Ces subventions devraient atteindre 7,4% du Produit intérieur brut mondial en 2025 selon le Fonds monétaire international, qui a publié vendredi un rapport à l'occasion du Dialogue de haut niveau consacré à l'énergie dans le cadre de l'Assemblée générale des Nations Unies.

Les subventions consistent dans des politiques gouvernementales visant à maintenir le prix final des carburants fossiles en dessous du coût de l'approvisionnement.

Dans les pays riches, elles prennent aussi la forme de mécanismes indirects, comme les crédits d'impôts.

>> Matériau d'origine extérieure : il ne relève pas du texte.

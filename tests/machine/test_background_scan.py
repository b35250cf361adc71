"""The layout is that of smartctl 7.3; the blocks are invented."""

import pytest

from diskwatch.machine.background_scan import hinted, lacking, pending, told
from diskwatch.machine.text import Sheet
from tests.machine.recordings import FIXTURES, text_of

WAITS = "Require Write or Reassign Blocks command"
DONE = "Successfully reassigned"


def sheet(*rows: str) -> Sheet:
    return Sheet.of(
        [
            "Background scan results log",
            "  Status: scan is active",
            "    Accumulated power on time, hours:minutes 60752:36 [3645156 minutes]",
            "    Number of background scans performed: 855,  scan progress: 52.92%",
            "    Number of background medium scans performed: 855",
            "",
            "   #  when        lba(hex)    [sk,asc,ascq]    reassign_status",
            *rows,
        ]
    )


def row(number: int, when: str, lba: str, status: str) -> str:
    return f"{number:4} {when}  {lba}  [1,17,1]   {status}"


def count(*rows: str) -> int | str | None:
    value = pending(None, sheet(*rows))
    assert value is not None
    return value.value


def test_blocks_that_wait_for_a_write_are_pending_and_replaced_ones_are_not():
    assert count() == 0
    assert (
        count(
            row(1, "100:00", "0000000011b74d24", WAITS),
            row(2, "101:00", "0000000011b74d25", WAITS),
            row(3, "102:00", "0000000011b74d26", DONE),
            row(4, "103:00", "0000000011b74d27", "Recovered via rewrite in-place"),
        )
        == 2
    )


@pytest.mark.parametrize(("first", "second", "left"), [(WAITS, DONE, 0), (DONE, WAITS, 1), (WAITS, WAITS, 1)])
def test_what_was_found_later_about_a_block_holds(first, second, left):
    rows = [row(7, "100:00", "0000000011b74d24", first), row(2, "100:59", "0000000011B74D24", second)]
    assert count(*rows) == count(*reversed(rows)) == left


@pytest.mark.parametrize(
    "broken",
    [
        row(1, "100:00", "0000000011b74d24", "Requ?re Write or Reassign Blocks command"),
        row(1, "100:00", "00000000x1b74d24", WAITS),
        row(1, "1o0:00", "0000000011b74d24", WAITS),
        row(1, "100:00", "0000000011b74d24", WAITS)[:40],
        ">>>> log truncated, fetched 1000 of 2000 available bytes",
    ],
)
def test_a_result_that_cannot_be_read_makes_the_number_unknown_and_not_0(broken: str):
    value = pending(None, sheet(broken, row(2, "102:00", "0000000011b74d26", DONE), "", "Another log"))
    assert value is not None
    assert value.value is None
    assert value.reason


def test_a_result_in_the_document_that_lacks_a_part_makes_the_number_unknown():
    scan = {"result_1": {"lba": 5, "reassign_status": WAITS}}
    value = pending({"scsi_background_scan": scan}, Sheet.of([]))
    assert value is not None
    assert value.value is None


def test_entries_of_the_makers_own_are_no_results():
    assert count(row(33024, "21708:31", "0008012701180900", WAITS)) == 0


def test_a_drive_without_the_log_or_not_asked_for_it_is_not_known():
    lines = ["Device does not support Background scan results logging"]
    assert lacking(Sheet.of(lines))
    assert pending(None, Sheet.of(lines)) is None
    assert pending(None, Sheet.of(["SMART Health Status: OK"])) is None
    assert not told(None, Sheet.of(["Background scan results log"]))  # cut off


def test_recorded_answers_are_told_apart():
    has, lacks = (
        Sheet.of(text_of(FIXTURES / name / "background.txt").splitlines())
        for name in ("sas_hdd_0_issue_51", "megaraid_jbod_sas_hdd_0_issue_85")
    )
    assert told(None, has)
    assert lacking(lacks)
    assert not told(None, lacks)


def test_powered_minutes_in_an_answer_without_the_log_show_that_the_drive_keeps_it():
    assert hinted(Sheet.of(["    Accumulated power on time, hours:minutes 146:02 [8762 minutes]"]))
    assert not hinted(Sheet.of(["Accumulated power on time, hours:minutes 41211:27"]))


def test_the_document_is_read_too():
    scan = {
        "status": {"number_scans_performed": 9},
        "result_1": {
            "lba": {"value": 5},
            "accumulated_power_on": {"hours": 9, "minutes": 7},
            "reassign_status": WAITS,
        },
        "result_2": {"lba": 6, "accumulated_power_on": {"hours": 1, "minutes": 8}, "reassign_status": DONE},
        "result_3": {"lba": 5, "accumulated_power_on": {"hours": 8, "minutes": 59}, "reassign_status": DONE},
    }
    value = pending({"scsi_background_scan": scan}, Sheet.of([]))
    assert value is not None
    assert value.value == 1
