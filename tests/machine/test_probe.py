import os
import shutil
import subprocess
import threading
from dataclasses import replace
from itertools import pairwise
from pathlib import Path

import pytest

from diskwatch.machine import probe as room
from diskwatch.machine.probe import BITE, READ_BYTES, Brought, DiskProber, Wanted
from diskwatch.records import REQUEST_BYTES
from tests.machine.trees import Tree
from tests.samples import HDD
from tests.service.machines import found
from tests.trends.probes import seeded

WANTED = Wanted(day=20_000, reads=256, requests=100, disk_ms=2_000)
SECTORS = 2_000_000_000_000 // 512
DISK = replace(found(HDD), blocks=("sda",))


def quietly(_number):
    """Nothing else happens before a read; a test may have something happen, or say what the read takes."""


class Scripted:
    """A disk of the tree whose reads move its counters, and that others use when a test says so."""

    def __init__(self, tree, took=5_500, sliced=2_000):
        self.tree, self.took, self.sliced = tree, took, sliced
        self.spots, self.busy_us, self.sectors, self.writes, self.in_flight = [], 0, 1_000, 50, 0
        self.before = quietly
        self.opened = 0
        self.tell()

    def tell(self):
        words = [9, 0, self.sectors, 0, self.writes, 0, 0, 0, self.in_flight, 0, 0]
        self.tree.put(self.tree.sys / "block/sda/stat", " ".join(map(str, words)))

    def __call__(self, node, largest):
        assert node == self.tree.dev / "sda"
        assert largest == REQUEST_BYTES
        self.opened += 1
        return self

    def __enter__(self):
        return self

    def __exit__(self, *_):
        return None

    def read(self, place, size):
        told: int | None = self.before(len(self.spots))
        self.spots.append((place, size))
        took = told if told is not None else self.took if size == READ_BYTES else self.sliced
        self.busy_us += abs(took)
        if took >= 0:
            self.sectors += size // 512
        self.tell()
        return took if took >= 0 else None


@pytest.fixture
def tree(tmp_path):
    tree = Tree(tmp_path)
    tree.sata("sda", sectors=SECTORS)
    return tree


@pytest.fixture
def disk(tree, monkeypatch):
    disk = Scripted(tree)
    monkeypatch.setattr(room, "TimedReads", disk)
    monkeypatch.setattr(room, "QUIET", 0.0)
    return disk


@pytest.fixture
def prober(disk):
    tree = disk.tree
    return DiskProber(sys_root=tree.sys, proc_root=tree.proc, dev_root=tree.dev, chance=seeded(1))


def test_it_reads_at_random_in_one_narrow_band_and_then_a_slice_in_one_go(prober, disk):
    brought = prober.probe(DISK, WANTED)
    assert brought.dropped is None
    assert brought.band_us == (5_500,) * 256
    assert brought.slice_us == (2_000,) * 100
    assert brought.disk_ms == -(-disk.busy_us // 1000) <= 2_000
    band = [place for place, size in disk.spots[:257] if size == READ_BYTES]
    assert all(0 <= place - brought.place < SECTORS * 512 // 1000 for place in band)
    assert len(set(band)) > 250
    assert all(place % READ_BYTES == 0 for place, _ in disk.spots)
    run = [place for place, size in disk.spots if size == REQUEST_BYTES]
    assert run == [run[0] + number * REQUEST_BYTES for number in range(100)]
    assert run[-1] + REQUEST_BYTES <= SECTORS * 512


def test_the_bands_of_a_month_leave_no_wide_gap(prober):
    places = sorted(
        prober.probe(DISK, replace(WANTED, day=day, reads=0, requests=0)).place for day in range(30)
    )
    gaps = [later - earlier for earlier, later in pairwise(places)]
    assert max(gaps) < SECTORS * 512 * 0.06


def test_a_slow_disk_is_kept_busy_no_longer_than_it_may(prober, disk):
    disk.took, disk.sliced = 30_000, 9_000
    brought = prober.probe(DISK, WANTED)
    assert brought.disk_ms <= 2_000
    assert 40 < len(brought.band_us) < 60, "the slice gets its share"
    assert len(brought.slice_us) > 20


def test_somebody_elses_request_ends_it_and_its_bite_is_not_kept(prober, disk):
    def others(number):
        if number == 70:
            disk.writes += 1

    disk.before = others
    brought = prober.probe(DISK, WANTED)
    assert brought.dropped == "somebody else came to use it."
    assert len(brought.band_us) == 2 * BITE
    assert brought.slice_us == ()
    assert brought.disk_ms >= 3 * BITE * 5, "what was read for nothing kept it busy too"


def test_somebody_elses_reads_and_what_is_still_under_way_count_as_well(prober, disk):
    def reads(number):
        disk.sectors += 8 if number == 5 else 0

    disk.before = reads
    assert prober.probe(DISK, WANTED).band_us == ()

    def waits(number):
        disk.in_flight = 1 if number >= 70 else 0

    disk.before = waits
    disk.spots.clear()
    brought = prober.probe(DISK, WANTED)
    assert (len(brought.band_us), brought.dropped) == (64, "somebody else came to use it.")


def test_where_the_computer_let_it_wait_the_times_are_not_kept(prober, disk, tree):
    def waits(number):
        tree.put(tree.proc / "thread-self/schedstat", f"1 {0 if number < 40 else 5_000_000} 1")

    disk.before = waits
    brought = prober.probe(DISK, WANTED)
    assert (len(brought.band_us), brought.dropped) == (BITE, "the computer had too much else to do.")


def test_a_disk_at_work_is_not_opened(prober, disk):
    disk.in_flight = 1
    disk.tell()
    assert prober.probe(DISK, WANTED) == Brought(dropped="it was at work.")
    assert disk.opened == 0


@pytest.mark.parametrize(
    ("path", "content", "why"),
    [
        ("queue/rotational", "0", "its platters do not turn, as the kernel has it."),
        ("queue/zoned", "host-managed", "some of its zones cannot be read before they are written."),
        ("device/power/runtime_status", "suspended", "it is suspended by the kernel."),
        ("size", "2000", "it is too small."),
        ("stat", "no counters", "it was at work."),
    ],
)
def test_what_must_not_be_read_is_not_opened(prober, disk, path, content, why):
    disk.tree.put(disk.tree.sys / "block/sda" / path, content)
    assert prober.probe(DISK, WANTED) == Brought(dropped=why)
    assert disk.opened == 0


def test_a_drive_of_several_block_devices_is_left_alone(prober, disk):
    assert prober.probe(replace(DISK, blocks=("sda", "sdb")), WANTED).dropped is not None
    assert disk.opened == 0


def test_a_read_that_fails_is_kept_and_the_last_one(prober, disk):
    disk.before = lambda number: -9_000_000 if number == 40 else None
    brought = prober.probe(DISK, WANTED)
    assert brought.dropped == "a read of it failed."
    assert brought.band_us == (5_500,) * 39 + (None,)
    assert len(disk.spots) == 41


def test_nothing_is_kept_of_a_disk_whose_platters_stood_still(prober, disk):
    disk.before = lambda number: 6_000_000 if number == 0 else None
    brought = prober.probe(DISK, WANTED)
    assert (brought.band_us, brought.dropped) == ((), "its platters seemed to stand still.")
    assert len(disk.spots) == 1


def test_the_end_of_the_watch_ends_it(prober, disk):
    disk.before = lambda number: prober.stop() if number == 50 else None
    brought = prober.probe(DISK, WANTED)
    assert (len(brought.band_us), brought.dropped) == (BITE, "the watch ends.")


def test_a_disk_that_hangs_is_not_waited_for_nor_probed_again(tree, disk, monkeypatch):
    monkeypatch.setattr(room, "LONGEST", 0.05)
    prober = DiskProber(sys_root=tree.sys, proc_root=tree.proc, dev_root=tree.dev)
    goes_on = threading.Event()

    def hangs(_number):
        goes_on.wait(10)

    disk.before = hangs
    try:
        for _ in range(2):
            brought = prober.probe(DISK, WANTED)
            assert (brought.disk_ms, brought.dropped) == (2_000, "its reads did not come back in time.")
        assert disk.opened == 1
    finally:
        goes_on.set()


def test_what_cannot_be_opened_is_told(tree, monkeypatch):
    monkeypatch.setattr(room, "QUIET", 0.0)
    tree.put(tree.sys / "block/sda/stat", "1 0 2 3 4 0 5 6 0 7 9")
    prober = DiskProber(sys_root=tree.sys, proc_root=tree.proc, dev_root=tree.dev)
    assert (
        prober.probe(DISK, WANTED).dropped == "it could not be opened for reading: No such file or directory."
    )


@pytest.fixture
def loop(tmp_path):
    """A real block device of 256 MiB, without contents."""
    if os.geteuid() != 0 or shutil.which("losetup") is None:
        pytest.skip("a loop device needs root and losetup")
    image = tmp_path / "image"
    image.write_bytes(b"")
    os.truncate(image, 256 * 1024 * 1024)
    made = subprocess.run(["losetup", "--find", "--show", image], capture_output=True, text=True, check=False)
    if made.returncode != 0:
        pytest.skip(f"no loop device: {made.stderr.strip()}")
    name = made.stdout.strip().removeprefix("/dev/")
    yield name
    subprocess.run(["losetup", "--detach", f"/dev/{name}"], check=True)


def test_a_real_block_device_is_read_past_the_cache_within_its_time(loop, monkeypatch):
    monkeypatch.setattr(room, "QUIET", 0.05)
    monkeypatch.setattr(DiskProber, "_let_wait", lambda *_: False)  # other tests may keep this machine busy
    before = (Path("/sys/block") / loop / "stat").read_text().split()
    brought = DiskProber(any_disk=True).probe(replace(DISK, blocks=(loop,)), WANTED)
    after = (Path("/sys/block") / loop / "stat").read_text().split()
    assert brought.dropped is None
    assert (len(brought.band_us), len(brought.slice_us)) == (256, 100)
    assert brought.disk_ms <= 2_000
    sectors = int(after[2]) - int(before[2])
    assert sectors == (258 * READ_BYTES + 100 * REQUEST_BYTES) // 512, "no byte came from memory"
    assert after[4] == before[4], "nothing was written"


def test_a_real_block_device_that_others_read_is_let_alone(loop, monkeypatch):
    monkeypatch.setattr(room, "QUIET", 0.2)
    stop = threading.Event()

    def reads():
        with (Path("/dev") / loop).open("rb", buffering=0) as file:
            while not stop.is_set():
                os.posix_fadvise(file.fileno(), 0, 0, os.POSIX_FADV_DONTNEED)
                os.pread(file.fileno(), 65_536, 0)
                stop.wait(0.01)

    other = threading.Thread(target=reads)
    other.start()
    try:
        brought = DiskProber(any_disk=True).probe(replace(DISK, blocks=(loop,)), WANTED)
    finally:
        stop.set()
        other.join()
    assert brought == Brought(dropped="it was at work.")
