import pytest

from diskwatch.machine.identify import Identified, parse, remembered
from tests.machine.trees import AHCI, Tree, identify_words

WORDS = identify_words(
    model="INVENTED DISK 4000 LONGER NAME",
    serial="INV-A-0001",
    firmware="FW01AB12",
    wwn="5000f00000000001",
    turns=7200,
)


def test_a_whole_block_tells_all_that_the_scsi_face_cuts():
    assert parse(" ".join(WORDS)) == Identified(
        model="INVENTED DISK 4000 LONGER NAME",
        serial="INV-A-0001",
        firmware="FW01AB12",
        wwn="naa.5000f00000000001",
        rotating=True,
        rotation_rpm=7200,
        statistics=None,
    )


def test_a_solid_state_drive_says_one_turn_and_a_silent_drive_nothing():
    for turns, rotating in ((1, False), (0, None), (0x400, None), (0xFFFF, None)):
        found = parse(" ".join([*WORDS[:217], f"{turns:04x}", *WORDS[218:]]))
        assert found is not None
        assert found.rotating is rotating
        assert found.rotation_rpm is None


def test_a_name_that_word_87_does_not_vouch_for_is_not_used():
    for flags in ("0000", "c100", "0100", "4000"):
        found = parse(" ".join([*WORDS[:87], flags, *WORDS[88:]]))
        assert found is not None
        assert found.wwn is None


def test_what_is_no_block_or_an_empty_slot_is_none():
    assert parse("") is None
    assert parse(" ".join(WORDS[:-1])) is None
    assert parse(" ".join(["zzzz", *WORDS[1:]])) is None
    assert parse(" ".join(["0000"] * 256)) is None


def test_two_drives_on_one_port_are_not_guessed_between(tree: Tree):
    tree.sata(port=3, identify=WORDS)
    port = tree.sys / AHCI / "ata7"
    assert remembered(port) is not None
    tree.put(port / "link7" / "dev7.1" / "ata_device" / "dev7.1" / "id", " ".join(WORDS))
    assert remembered(port) is None


@pytest.mark.parametrize(
    ("standards", "features", "has"),
    [
        (0x03F0, 0x4020, True),  # up to ACS-2, with logs
        (0x07F0, 0x6163, True),
        (0x01F0, 0x4020, False),  # no later than ATA8-ACS
        (0x03F0, 0x4000, False),  # no general purpose logs
        (0x03F0, 0x0020, None),  # word 84 is not valid
        (0x0000, 0x4020, None),
        (0xFFFF, 0x4020, None),
    ],
)
def test_device_statistics_are_foretold_by_the_standard_and_the_log_feature(standards, features, has):
    words = [*WORDS]
    words[80], words[84] = f"{standards:04x}", f"{features:04x}"
    found = parse(" ".join(words))
    assert found is not None
    assert found.statistics is has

Au contraire, "une tarification efficace des carburants en 2025 réduirait les émissions mondiales de dioxyde de carbone de 36% en dessous des niveaux de référence, ce qui est conforme au maintien du réchauffement climatique à 1,5 degré celsius, tout en augmentant les revenus de manière substantielle, représentant 3,8% du PIB mondial et éviterait 0,9 million de décès prématurés chaque année dus à la pollution atmosphérique locale", ont détaillé les économistes du FMI.

La question de la tarification des énergies fait débat depuis longtemps.

Dans les pays riches, les gouvernements se heurtent au lobby pétrolier et gazier tandis que dans les pays en développement, toute la problématique est de trouver les moyens de limiter des subventions qui servent aussi à sortir de la précarité énergétique les classes les plus pauvres.

Mais les économistes du FMI observent que "la sous-tarification entraîne une surconsommation de combustibles fossiles, ce qui accélère le réchauffement climatique et exacerbe les problèmes environnementaux nationaux, notamment les pertes en vies humaines dues à la pollution atmosphérique locale et aux embouteillages et accidents excessifs des routes".

"Cela est reconnu depuis longtemps, mais à l'échelle mondiale, les pays sont encore loin d'avoir des prix de l'énergie corrects", ajoutent-ils.

"La sous-évaluation des combustibles fossiles sape les objectifs environnementaux nationaux et mondiaux, nuit aux populations et à la planète", estime Kristalina Georgieva, la directrice générale du FMI, qui reconnait que "augmenter les prix est vraiment difficile".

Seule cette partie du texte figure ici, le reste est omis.